When I got to college I took this approach even a step further and was convinced to do a small steroid cycle. This is something I will freely admit to you that I did out of complete ignorance of what negative effects it could have caused. This was something that I would not do again and that did not benefit me in the long run. It actually caused me to feel shame and guilt for abusing my body in that way, all so I could get more attention and have more people impressed with my physique. This is a choice that I have had to live with. If you are out there listening and you are considering using steroids, especially if you are younger, I would highly encourage you not to do it! You really don’t need it! If you are not planning to make your living as a pro bodybuilder then it will be of no long term benefit to you at all. It is simply not worth the risks associated with it and you need to be focused more on the long term quality of your health and life. Not on how much muscle you have or how strong you can get in the gym. You might be able to impress people with those things, but when you are much older no one will remember that stuff and you honestly won’t even care about it anymore either.

Remember this point! Typically the things in our lives that we spend more time on are the things we typically value and appreciate more. The more effort we put into something, the more ownership we feel towards it. It’s a mentality of the harder I have had to work at it or the more effort it requires from me, then the more likely I am to protect it.  When things happen more quickly or as referred to as overnight, a lot of times we don’t appreciate these things as much. We don’t place the same value on them. This can be illustrated by the difference of being given a car and having to save up for years to buy it. The car that we had to make sacrifices for over a long period of time, will be treated with a greater value. That car we will likely take care of better and simply be more careful with it.

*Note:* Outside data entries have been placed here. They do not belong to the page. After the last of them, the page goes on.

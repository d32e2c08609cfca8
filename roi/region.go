package roi

// What rasterisation yields: a Region (an ROI on a dose grid), its volumes
// and notes, and the contours it left out or found overlapping.

import (
	"fmt"
	"math"
	"strconv"
	"strings"

	"voxgamma/structure"
	"voxgamma/volume"
)

// Box is an inclusive range of voxel indices along i, j and k. A Box with
// Hi[0] < Lo[0] is empty.
type Box struct {
	Lo, Hi [3]int
}

// Empty reports whether the box holds no voxel.
func (b Box) Empty() bool { return b.Hi[0] < b.Lo[0] || b.Hi[1] < b.Lo[1] || b.Hi[2] < b.Lo[2] }

func emptyBox() Box {
	return Box{Lo: [3]int{math.MaxInt, math.MaxInt, math.MaxInt}, Hi: [3]int{-1, -1, -1}}
}

func (b *Box) add(i, j, k int) {
	b.Lo = [3]int{min(b.Lo[0], i), min(b.Lo[1], j), min(b.Lo[2], k)}
	b.Hi = [3]int{max(b.Hi[0], i), max(b.Hi[1], j), max(b.Hi[2], k)}
}

// SkippedContour is a contour of an ROI that was not rasterised.
type SkippedContour struct {
	// Contour is the contour's position in the ROI's Contours.
	Contour int
	// Type is its geometric type.
	Type structure.GeometricType
	// Reason says why it was left out.
	Reason string
}

// OverlapKind says how two contours of one plane cover each other.
type OverlapKind int

// The kinds of overlap.
const (
	// Duplicate: the same contour twice (the same region, whatever the
	// vertices or the orientation). By the even-odd rule the two cancel.
	Duplicate OverlapKind = iota
	// Partial: the contours overlap and neither lies inside the other. By
	// the even-odd rule their overlap would be cut out.
	Partial
)

func (k OverlapKind) String() string {
	if k == Duplicate {
		return "the same contour twice"
	}
	return "contours overlapping without one inside the other"
}

// ContourOverlap is a pair of contours of one plane that overlap.
type ContourOverlap struct {
	// Z is the plane's patient z (mm).
	Z float64
	// Kind says how they overlap.
	Kind OverlapKind
	// A and B are the contours' positions in the ROI's Contours.
	A, B int
}

// Region is an ROI (or a derived region) on a particular dose grid: the
// voxels whose centre is inside and the partial-volume fraction of every
// voxel it touches, as sets of positions in the grid's Data.
type Region struct {
	// Name and Number of the ROI (Number 0 for derived regions).
	Name   string
	Number int
	// Kind is the ROI's clinical role.
	Kind Kind
	// Derived describes how a derived region was made ("union of targets",
	// an isodose level, ...); empty for an ROI rasterised from contours.
	Derived string

	// Centres holds the Data positions of the voxels whose centre is
	// inside the ROI: the voxels that count for the ROI's pass rate. See
	// also [Region.Mask].
	Centres volume.Runs
	// Cover holds the voxels with a partial-volume fraction > 0 and their
	// fractions. A voxel may have its centre inside and a fraction of 0 (a
	// contour thinner than the sub-sample spacing) or the reverse.
	Cover Cover
	// Box bounds every voxel of Centres and Cover.
	Box Box

	// NoContours is set when the ROI has no contour at all.
	NoContours bool
	// Planes is the number of contour planes rasterised.
	Planes int
	// Skipped lists the contours not rasterised (POINT, OPEN_PLANAR,
	// non-axial, fewer than three points).
	Skipped []SkippedContour
	// Overlaps lists the contour planes where contours cover each other
	// without one lying inside the other: the same contour twice, or two
	// contours that partly overlap (see the package documentation,
	// "Contours that overlap").
	Overlaps []ContourOverlap
	// ContourCC is the volume (cm³) the rasterised contours enclose, each
	// plane's even-odd area times the thickness of its slab (see the package
	// documentation), and OutsideCC the part of it beyond the dose grid's
	// extent (the union of its voxels), which is not rasterised.
	ContourCC, OutsideCC float64

	grid  *volume.Grid
	sizes *VoxelSize
}

// Grid returns the grid the region was made on (its geometry; its samples
// are not used by the region).
func (r *Region) Grid() *volume.Grid { return r.grid }

// voxelCC returns the volume (cm³) that voxel n counts for with fraction
// f: that fraction of its voxel's volume.
func (r *Region) voxelCC(n int32, f float32) float64 {
	return float64(f) * r.sizes.Volume(int(n)) / 1000
}

// Sizes returns the voxel sizes of the region's grid.
func (r *Region) Sizes() *VoxelSize { return r.sizes }

// Empty reports whether no voxel has its centre inside and none has a
// fraction > 0.
func (r *Region) Empty() bool { return r.Centres.Len() == 0 && r.Cover.Len() == 0 }

// Mask returns the centre mask as a volume.Mask over the region's grid (a
// new full-size mask on each call). The region must have been made by this
// package.
func (r *Region) Mask() *volume.Mask {
	m := volume.NewMask(r.grid)
	for _, run := range r.Centres.Runs() {
		for n := run.Start; n < run.End; n++ {
			m.Bits[n] = true
		}
	}
	return m
}

// VolumeCC returns the fraction-weighted volume (cm³): Σ fraction × voxel
// volume.
func (r *Region) VolumeCC() float64 {
	var v float64
	for n, f := range r.Cover.All() {
		v += float64(f) * r.sizes.Volume(int(n))
	}
	return v / 1000
}

// CentreVolumeCC returns the volume (cm³) of the voxels whose centre is
// inside.
func (r *Region) CentreVolumeCC() float64 {
	var v float64
	for n := range r.Centres.All() {
		v += r.sizes.Volume(int(n))
	}
	return v / 1000
}

// OutsideFraction returns OutsideCC / ContourCC (0 when ContourCC is 0).
func (r *Region) OutsideFraction() float64 {
	if r.ContourCC <= 0 {
		return 0
	}
	return r.OutsideCC / r.ContourCC
}

// Notes returns human-readable remarks for a report: no contours, contours
// left out, the part of the ROI outside the dose grid, an empty result.
func (r *Region) Notes() []string {
	var out []string
	if r.NoContours {
		out = append(out, "no contours")
	}
	byType := map[structure.GeometricType]int{}
	var types []structure.GeometricType
	for _, s := range r.Skipped {
		if byType[s.Type] == 0 {
			types = append(types, s.Type)
		}
		byType[s.Type]++
	}
	for _, t := range types {
		var reason string
		for _, s := range r.Skipped {
			if s.Type == t {
				reason = s.Reason
				break
			}
		}
		name := string(t)
		if name == "" {
			name = "untyped"
		}
		out = append(out, fmt.Sprintf("%d %s contour(s) not rasterised (%s)", byType[t], name, reason))
	}
	out = append(out, r.OverlapSummary()...)
	if r.OutsideCC > 0 && r.ContourCC > 0 {
		out = append(out, fmt.Sprintf("%.1f %% of the contoured volume (%.3g of %.3g cm³) lies outside the dose grid and is not evaluated",
			100*r.OutsideFraction(), r.OutsideCC, r.ContourCC))
	}
	switch {
	case r.Derived != "" || r.NoContours:
	case r.Planes == 0:
		out = append(out, "no usable CLOSED_PLANAR contour: nothing rasterised")
	case r.Empty():
		out = append(out, "no voxel of the dose grid lies in the ROI")
	}
	return out
}

// OverlapSummary says, one line per kind, on which planes contours of the
// region overlap and how they were filled: "the same contour twice on 3
// planes (z = -2, 0, 2 mm): counted once", "contours overlapping without
// one inside the other on 1 plane (z = 4 mm): filled as their union (the
// even-odd rule would cut their overlap out)". nil when none do.
func (r *Region) OverlapSummary() []string {
	var out []string
	for _, k := range []OverlapKind{Duplicate, Partial} {
		var zs []float64
		for _, o := range r.Overlaps {
			if o.Kind == k && (len(zs) == 0 || zs[len(zs)-1] != o.Z) {
				zs = append(zs, o.Z)
			}
		}
		if len(zs) == 0 {
			continue
		}
		list := make([]string, 0, min(len(zs), maxListedPlanes)+1)
		for i, z := range zs {
			if i == maxListedPlanes {
				list = append(list, "…")
				break
			}
			list = append(list, strconv.FormatFloat(z, 'g', 6, 64))
		}
		planes := "planes"
		if len(zs) == 1 {
			planes = "plane"
		}
		how := "counted once"
		if k == Partial {
			how = "filled as their union (the even-odd rule would cut their overlap out)"
		}
		out = append(out, fmt.Sprintf("%s on %d %s (z = %s mm): %s", k, len(zs), planes, strings.Join(list, ", "), how))
	}
	return out
}

// maxListedPlanes bounds the planes OverlapSummary lists by z.
const maxListedPlanes = 10

// trim gives back spare room in the region's lists, which are held from
// rasterisation to the report.
func (r *Region) trim() {
	r.Centres.Trim()
	r.Cover.trim()
}

// trimmed returns s, or a copy of it without spare capacity when s has
// more than len(s)/32 of it.
func trimmed[S ~[]E, E any](s S) S {
	if cap(s)-len(s) <= len(s)/32 {
		return s
	}
	t := make(S, len(s))
	copy(t, s)
	return t
}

Why is this? I believe a big part of it is, because of the change in our character that has to take place over that longer period of time. As we are constantly making the choice to sacrifice things that will give us immediate pleasure or satisfaction for a more long term goal or achievement, our priorities are changing. We are deciding that we are willing to do what it takes now , to get to where we want to be farther in the future. We have shifted from short term thinking to long term thinking. We have developed self control and also patience in this process. Those characteristic traits help us to be able to achieve our long term goals, by making the small daily sacrifices to get there. So now it is time for you to make that same shift to, from short term to long term thinking. I want you to take the time to focus on a few areas of your life. These areas can be relational, financial, business, health and fitness, spiritual or others. Pick a few of the areas above that are most important to you right now. Then I want you to write out your 1 year, 5year and 10 year goals for each of the categories you selected. Once you have done that, put it somewhere that you will see each day. Maybe on your bathroom mirror, in your car, or on the fridge. Every time you have a decision to make in one of these areas of your life I want you to evaluate and see if the choice you are planning to make will better prepare you to achieve your 1, 5 and 10 year goals. If it doesn’t then you should think twice about making that choice and ask yourself if it is really what is best for the long game.